Callum Brown

 P1: Threshold   |   Falcon hacking centre

The brief for this project was concerned with the notion of threshold, and how architecture can respond to this. I was tasked with designing a Falconry centre situated on the Limb Brook, at the edge of the peak district. This stream historically represented the boundary between the Anglo-saxon kingdoms of Northumbria and Mercia. Therefore, for me it became extremely important that this historical threshold impacted my architectural moves. I decided upon designing a rare bird of prey hacking and rehabilitation centre; where injured birds or abandoned eggs could be taken and trained to be self sufficient, in order to be reintroduced to local ecosystems.

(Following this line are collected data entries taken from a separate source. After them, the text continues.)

/// The embedded Gaussian of a field (module docs): `(w0, z_from_waist, M²)`.
///
/// # Errors
/// [`Error::Physics`] for zero power or degenerate moments.
pub fn embedded_gaussian(field: &Field) -> Result<(f64, f64, f64)> {
    let grid = field.grid();
    let n = grid.n();
    let lambda = field.wavelength_m();
    let m = plain_generic(&field.values, grid)?;
    let total = sum_norm_sqr(&field.values);
    let fft = Fft2::for_size(n);
    let mut spectrum = field.values.clone();
    fft.forward(&mut spectrum);
    let f = grid.freqs_per_m();
    // Spectral mean and variance (whole band).
    let spec = spectral_sums(&spectrum, &f);
    if !(spec[0] > 0.0 && spec[0].is_finite()) {
        return Err(Error::Physics(
            "cannot fit a basis to a field with zero power".into(),
        ));
    }
    let fx_mean = spec[1] / spec[0];
    let fy_mean = spec[2] / spec[0];
    let sfx = spec[3] / spec[0] - fx_mean * fx_mean;
    let sfy = spec[4] / spec[0] - fy_mean * fy_mean;
    // Cross moments ⟨x·fx⟩ = Σ x·Im(conj(U)·∂xU)/(2π·ΣU²), with ∂x = IFFT(i2πfx·FFT).
    let two_pi = 2.0 * std::f64::consts::PI;
    let mut cross = [0.0; 2];
    for (axis, slot) in cross.iter_mut().enumerate() {
        let mut d = spectrum.clone();
        d.axis_iter_mut(Axis(0))
            .into_par_iter()
            .enumerate()
            .for_each(|(iy, mut row)| {
                for (ix, v) in row.iter_mut().enumerate() {
                    let fr = if axis == 0 { f[ix] } else { f[iy] };
                    *v *= Complex64::new(0.0, two_pi * fr);
                }
            });
        fft.inverse(&mut d);
        let xs = grid.coords_m();
        let c = m.centroid_m;
        let rows: Vec<f64> = field
            .values
            .axis_iter(Axis(0))
            .into_par_iter()
            .zip(d.axis_iter(Axis(0)))
            .enumerate()
            .map(|(iy, (u, du))| {
                u.iter()
                    .zip(du.iter())
                    .enumerate()
                    .map(|(ix, (u, du))| {
                        let coord = if axis == 0 {
                            xs[ix] - c[0]
                        } else {
                            xs[iy] - c[1]
                        };
                        coord * (u.conj() * du).im
                    })
                    .sum::<f64>()
            })
            .collect();
        *slot = rows.iter().sum::<f64>() / (two_pi * total);
    }
    let sr = m.sigma2_m2[0] + m.sigma2_m2[1];
    let sf = sfx + sfy;
    let mu = cross[0] + cross[1];
    let det = sr * sf - mu * mu;
    if !(sf > 0.0 && det > 0.0) {
        return Err(Error::Physics(format!(
            "cannot fit an embedded Gaussian: σr² = {sr:e} m², σf² = {sf:e} m⁻², μ = {mu:e}"
        )));
    }
    let m2 = two_pi * det.sqrt();
    let z0 = -mu / (lambda * sf);
    let s0 = sr - mu * mu / sf;
    let w0 = (2.0 * s0 / m2).sqrt();
    Ok((w0, -z0, m2))
}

From this, the significance of crossing the historical border, and of the birds passing through each stage of their training became intrinsically linked within my project.The process of ‘Hacking’ is a method of training Birds of prey to hunt for themselves with minimal human contact, so they don’t learn to become reliant on their trainers. This required me to explore a single directionality in the visual relationship between the humans and birds. The humans had to be able to monitor the birds, without the animals knowing they were there. This idea drove the separation of the centre into two buildings; the office/ observation space, and the incubation room; with the partition wall between them becoming extremely significant in expressing the interior process. The main motivation for the linear form of the building group was in the metaphorical expression of breaking boundaries, of creating easy passage to ‘the other side’; an important concept relating to the easing of a rehabilitation process. By orientating adjacent to the Limb brook, this metaphorical approach also followed through to the physical crossing of threshold, with the architecture projecting a path across the brook towards the Hacking boxes that adolescent birds would be trained in.

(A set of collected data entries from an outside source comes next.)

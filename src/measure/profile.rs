//! Peak irradiance, radial profiles, x/y cuts and ring (donut) metrics.
//!
//! Conventions: irradiance maps in W/m² on a [`Grid`], `[iy, ix]`; points
//! `[x, y]` in metres. The **radial profile** is the azimuthal average of
//! the pixels whose centres fall in annuli of equal width about a centre,
//! out to the nearest grid edge; each bin is reported at the mean radius of
//! its pixels. **Ring metrics** (what a blue-detuned donut trap is judged
//! by): the ring radius is where the radial profile peaks (parabolic
//! refinement over the three bins around the maximum), the ring peak
//! irradiance is the profile's value there (azimuthal average, so a ring
//! that is brighter on one side is reported by its mean), the centre
//! irradiance is bilinearly interpolated at the centre, and the null depth
//! is centre/ring peak (0 for a perfect donut; PHYSICS.md §3: `LG_0l` has its
//! ring at `w·sqrt(|l|/2)`).

use ndarray::Array2;

use crate::grid::Grid;

/// The largest irradiance on the grid (W/m²) and its pixel centre `[x, y]`
/// (m). Ties go to the first pixel in row-major order.
pub fn peak(irradiance: &Array2<f64>, grid: Grid) -> (f64, [f64; 2]) {
    let mut best = (f64::NEG_INFINITY, 0usize, 0usize);
    for ((iy, ix), &v) in irradiance.indexed_iter() {
        if v > best.0 {
            best = (v, iy, ix);
        }
    }
    (best.0, [grid.x_m(best.2), grid.x_m(best.1)])
}

/// Bilinear interpolation of the irradiance at `[x, y]` (0 outside the grid).
pub fn irradiance_at(irradiance: &Array2<f64>, grid: Grid, point_m: [f64; 2]) -> f64 {
    let n = grid.n();
    let origin = (n / 2) as f64;
    let fx = point_m[0] / grid.spacing_m() + origin;
    let fy = point_m[1] / grid.spacing_m() + origin;
    if !(fx >= 0.0 && fy >= 0.0 && fx <= (n - 1) as f64 && fy <= (n - 1) as f64) {
        return 0.0;
    }
    let (ix, iy) = (
        (fx.floor() as usize).min(n - 2),
        (fy.floor() as usize).min(n - 2),
    );
    let (tx, ty) = (fx - ix as f64, fy - iy as f64);
    let e = |a: usize, b: usize| irradiance[[a, b]];
    (1.0 - ty) * ((1.0 - tx) * e(iy, ix) + tx * e(iy, ix + 1))
        + ty * ((1.0 - tx) * e(iy + 1, ix) + tx * e(iy + 1, ix + 1))
}

/// Azimuthally averaged irradiance about `centre_m`: `(radius_m, w_m2)`
/// per bin, out to the nearest grid edge in `bins` annuli (fewer if an
/// annulus would be narrower than one pixel). Empty annuli take the value
/// of the previous bin.
pub fn radial_profile(
    irradiance: &Array2<f64>,
    grid: Grid,
    centre_m: [f64; 2],
    bins: usize,
) -> (Vec<f64>, Vec<f64>) {
    let dx = grid.spacing_m();
    let half = grid.width_m() / 2.0 - dx;
    let r_max = (half - centre_m[0].abs()).min(half - centre_m[1].abs());
    if r_max.is_nan() || r_max <= 0.0 || bins == 0 {
        return (Vec::new(), Vec::new());
    }
    let bins = bins.min((r_max / dx).floor().max(1.0) as usize);
    let width = r_max / bins as f64;
    let mut sum = vec![0.0; bins];
    let mut rsum = vec![0.0; bins];
    let mut count = vec![0usize; bins];
    for ((iy, ix), &v) in irradiance.indexed_iter() {
        let r = (grid.x_m(ix) - centre_m[0]).hypot(grid.x_m(iy) - centre_m[1]);
        let b = (r / width) as usize;
        if b < bins {
            sum[b] += v;
            rsum[b] += r;
            count[b] += 1;
        }
    }
    let mut radii = Vec::with_capacity(bins);
    let mut values = Vec::with_capacity(bins);
    for b in 0..bins {
        if count[b] > 0 {
            radii.push(rsum[b] / count[b] as f64);
            values.push(sum[b] / count[b] as f64);
        } else {
            radii.push((b as f64 + 0.5) * width);
            values.push(values.last().copied().unwrap_or(0.0));
        }
    }
    (radii, values)
}

/// Cuts through `centre_m` along x and y: `(x_m, row values, y_m, column
/// values)` from the row and column nearest the centre.
pub fn cuts(
    irradiance: &Array2<f64>,
    grid: Grid,
    centre_m: [f64; 2],
) -> (Vec<f64>, Vec<f64>, Vec<f64>, Vec<f64>) {
    let n = grid.n();
    let index = |c: f64| {
        ((c / grid.spacing_m()).round() + (n / 2) as f64).clamp(0.0, (n - 1) as f64) as usize
    };
    let (ix, iy) = (index(centre_m[0]), index(centre_m[1]));
    let coords = grid.coords_m();
    (
        coords.clone(),
        irradiance.row(iy).to_vec(),
        coords,
        irradiance.column(ix).to_vec(),
    )
}

/// Ring (donut) metrics.
#[derive(Debug, Clone, Copy, PartialEq)]
pub struct RingMetrics {
    /// Radius of the ring maximum of the radial profile, metres.
    pub ring_radius_m: f64,
    /// Azimuthally averaged irradiance at the ring maximum, W/m².
    pub ring_peak_w_m2: f64,
    /// Irradiance at the centre (bilinear), W/m².
    pub centre_w_m2: f64,
    /// `centre / ring peak`: 0 for a perfect null.
    pub null_depth: f64,
}

/// Ring metrics about `centre_m` (see the module docs); `None` when the
/// radial profile has its maximum in the first bin (no ring) or the field
/// is empty.
pub fn ring_metrics(
    irradiance: &Array2<f64>,
    grid: Grid,
    centre_m: [f64; 2],
) -> Option<RingMetrics> {
    let (r, v) = radial_profile(irradiance, grid, centre_m, grid.n());
    if v.len() < 3 {
        return None;
    }
    let (imax, &vmax) = v.iter().enumerate().max_by(|a, b| a.1.total_cmp(b.1))?;
    if imax == 0 || vmax.is_nan() || vmax <= 0.0 {
        return None;
    }
    let (mut radius, mut peak) = (r[imax], vmax);
    if imax + 1 < v.len() {
        // Parabola through the three points (r, v) around the maximum.
        let (x0, x1, x2) = (r[imax - 1], r[imax], r[imax + 1]);
        let (y0, y1, y2) = (v[imax - 1], v[imax], v[imax + 1]);
        let d01 = (y1 - y0) / (x1 - x0);
        let d12 = (y2 - y1) / (x2 - x1);
        let a = (d12 - d01) / (x2 - x0);
        if a < 0.0 {
            let b = d01 - a * (x0 + x1);
            let xm = (-b / (2.0 * a)).clamp(x0, x2);
            radius = xm;
            peak = y1 + d01 * (xm - x1) + a * (xm - x1) * (xm - x0);
            peak = peak.max(vmax);
        }
    }
    let centre = irradiance_at(irradiance, grid, centre_m);
    Some(RingMetrics {
        ring_radius_m: radius,
        ring_peak_w_m2: peak,
        centre_w_m2: centre,
        null_depth: centre / peak,
    })
}

#[cfg(test)]
mod tests {
    use super::*;

    #[test]
    fn peak_and_interpolation() {
        let g = Grid::new(8, 1.0).unwrap();
        let mut e = Array2::zeros((8, 8));
        e[[5, 2]] = 3.0;
        e[[5, 3]] = 1.0;
        assert_eq!(peak(&e, g), (3.0, [-2.0, 1.0]));
        assert!((irradiance_at(&e, g, [-1.5, 1.0]) - 2.0).abs() < 1e-15);
        assert!(ring_metrics(&e, g, [-2.0, 1.0]).is_none());
    }

    #[test]
    fn parabola_recovers_vertex() {
        // v = 5 − (r − 10.3)²: the refined ring radius is exact.
        let g = Grid::new(64, 1.0).unwrap();
        let e = Array2::from_shape_fn((64, 64), |(iy, ix)| {
            let r = g.x_m(ix).hypot(g.x_m(iy));
            (5.0 - (r - 10.3).powi(2)).max(0.0)
        });
        let ring = ring_metrics(&e, g, [0.0, 0.0]).unwrap();
        assert!((ring.ring_radius_m - 10.3).abs() < 0.1, "{ring:?}");
        assert_eq!(ring.centre_w_m2, 0.0);
    }
}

P2: Community theatre   |   Theatre of the Oppressed

Located in Darnall; a small Suburb on the outskirts of Sheffield, my second project describes a small community theatre within a racially diverse community. Darnall high street is dominated by independent retailers, providing a key problem in designing any sort of leisure facility for the area; to be inclusive and collective. My solution to this problem was to focus on a strand of theatre known as the ‘Theatre of the Oppressed’, in which a single workshop leader leads discussions and actions within the audience. the ‘audience’ and ‘actors’ are not exclusive terms, Workshop leaders have no influence on the outcome of a performance; that is completely dictated by the actions of the ‘spect-actors’. 

My aspirations for this project were to translate this inclusivity to an environment for performance, seeking to move away  from the standard model of escapism that typical theatres embrace. I wanted to maintain the connection with context throughout the building, with Darnall as the backdrop for performances. For this reason, the theatre is composed of 3 workshop spaces at the rear, which connect to the street through a vast bar space. I also attempted to maintain a tactility in material that is so characteristic of the area,  but composing the building as a dramatic break from the street front, confirming its places as a social centre point for Darnall.